Bobby Kotick, the company’s CEO, apologized to employees this week, called its response to the lawsuit ‘irresponsible’ and ordered an investigation into its cultural by an external law firm. Kotick has recently faced significant scrutiny for his $155 mn pay package, which makes him one of the highest-paid executives in the US.
- Neiman Marcus Group has appointed Hannah Kim as its new chief legal and compliance officer, according to the WSJ. Kim most recently served as chief legal officer at Energizer Holdings and brings significant ESG experience – an area of focus for Neiman Marcus Group, according to the newspaper.
- Shares in the commission-free trading platform Robinhood fell 8.4 percent on their first day of trading, the New York Times reported. The company completed its IPO on July 29 and by the end of the first day of trading, the company was valued at $29 bn.
Shares in 2021 IPOs jumped by 39 percent, on average, on their first day of trading, according to data from Dealogic, but The New York Times reported that it has been an especially busy period for IPOs, with 25 companies going public this week alone.

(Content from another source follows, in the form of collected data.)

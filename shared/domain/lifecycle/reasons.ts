import { KIND_FACTS, type SlingKind } from '../slings/kinds';

export const HOLD_REASONS = [
  'criterion',
  'damage_suspected',
  'referred',
  'makers_tag_missing',
  'makers_tag_illegible',
  'overload_or_shock',
  'heat_or_chemical',
  'unauthorised_repair',
  'latch',
  'makers_notice',
  'evaluation_unfit',
  'found',
  'record_in_doubt',
  'identity_unknown',
  'other',
] as const;
export type HoldReason = (typeof HOLD_REASONS)[number];

/** What clears a reason besides the release inspection (product design, section 4). */
export interface Clearing {
  /** False: never cleared at the counter; the sling is evaluated or destroyed (or matched, for an unknown identity). */
  isClearable: boolean;
  needsQualified: boolean;
  needsEvidence: boolean;
  /** What to do, in words for the person who stands before it. */
  how: string;
}

interface ReasonFacts {
  name: string;
  /** Confirmed from the start: only evaluation, destruction or a withdrawal as error leads out. */
  isConfirmed: boolean;
  /** People may choose it on the hold page; the others come from inspections, notices and the system. */
  isChoosable: boolean;
  needsNote: boolean;
  clearing: Clearing;
}

const byInspection: Clearing = {
  isClearable: true,
  needsQualified: false,
  needsEvidence: false,
  how: 'A passing release inspection and a note.',
};
const never = (how: string): Clearing => ({
  isClearable: false,
  needsQualified: false,
  needsEvidence: false,
  how,
});
const evaluateOrDestroy = never('It is not cleared here: send it for evaluation or destroy it.');
const retagged: Clearing = {
  isClearable: true,
  needsQualified: false,
  needsEvidence: true,
  how: 'Evidence that the maker or a qualified person tagged it again, and a passing release inspection.',
};

export const REASON_FACTS = {
  criterion: reason('Rejected on a criterion', { isConfirmed: true, clearing: evaluateOrDestroy }),
  damage_suspected: reason('Damage suspected', { isChoosable: true }),
  referred: reason('Referred to a qualified person', {
    clearing: {
      isClearable: true,
      needsQualified: true,
      needsEvidence: false,
      how: 'A passing release inspection by a qualified inspector, and a note.',
    },
  }),
  makers_tag_missing: reason('Maker’s tag missing', { isChoosable: true, clearing: retagged }),
  makers_tag_illegible: reason('Maker’s tag cannot be read', { isChoosable: true, clearing: retagged }),
  overload_or_shock: reason('Overload or shock', { isChoosable: true }),
  heat_or_chemical: reason('Heat or chemicals', {
    isChoosable: true,
    clearing: {
      isClearable: true,
      needsQualified: true,
      needsEvidence: true,
      how: 'A passing release inspection by a qualified inspector, with evidence. Never for web, round and rope slings.',
    },
  }),
  unauthorised_repair: reason('Unauthorised repair', {
    isConfirmed: true,
    isChoosable: true,
    clearing: evaluateOrDestroy,
  }),
  latch: reason('Hook latch', {
    isChoosable: true,
    clearing: {
      ...byInspection,
      how: 'A note that the latch was replaced with the maker’s part, and a passing release inspection.',
    },
  }),
  makers_notice: reason('Maker’s notice', {
    clearing: never('It is cleared when the maker’s notice is closed for this sling.'),
  }),
  evaluation_unfit: reason('Found unfit by the evaluator', {
    isConfirmed: true,
    clearing: evaluateOrDestroy,
  }),
  found: reason('Found again after it was lost'),
  record_in_doubt: reason('Record in doubt', { isChoosable: true }),
  identity_unknown: reason('Identity unknown', {
    clearing: never('It is never released. Match it to a record, send it or condemn it.'),
  }),
  other: reason('Something else', { isChoosable: true, needsNote: true }),
} as const satisfies Record<HoldReason, ReasonFacts>;

function reason(name: string, facts: Partial<Omit<ReasonFacts, 'name'>> = {}): ReasonFacts {
  return { name, isConfirmed: false, isChoosable: false, needsNote: false, clearing: byInspection, ...facts };
}

/** Reasons that a person may choose when holding a sling, in the order of the tiles. */
export const CHOOSABLE_REASONS = HOLD_REASONS.filter((code) => REASON_FACTS[code].isChoosable);

const withdrawn: Clearing = {
  ...byInspection,
  how: 'Withdrawn as error: a passing release inspection and a note.',
};

/**
 * What clears this reason on this kind of sling.
 * @param confirmed false for a rejection that was withdrawn as error: then the rules of release apply, as to any other
 */
export function clearingOf(
  code: HoldReason,
  kind: SlingKind,
  confirmed: boolean = REASON_FACTS[code].isConfirmed,
): Clearing {
  if (REASON_FACTS[code].isConfirmed && !confirmed) return withdrawn;
  if (code === 'heat_or_chemical' && KIND_FACTS[kind].isSynthetic) return evaluateOrDestroy;
  return REASON_FACTS[code].clearing;
}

- The US attorney’s office in Manhattan has accused Nikola founder Trevor Milton of lying about ‘nearly all aspects of the business’ and charged him with two counts of securities fraud and one count of wire fraud, CNBC reported. The SEC also filed civil securities fraud charges against Milton and is seeking action to prevent him from acting as an officer at a company that issues securities ever again.
Milton, who stepped down as Nikola’s chairman in September 2020, is accused of pumping the company’s stock for his own gain and using the company’s route to the public markets – via a special purpose acquisition company (Spac) – to target amateur retail investors.
Milton’s legal team asserts his innocence.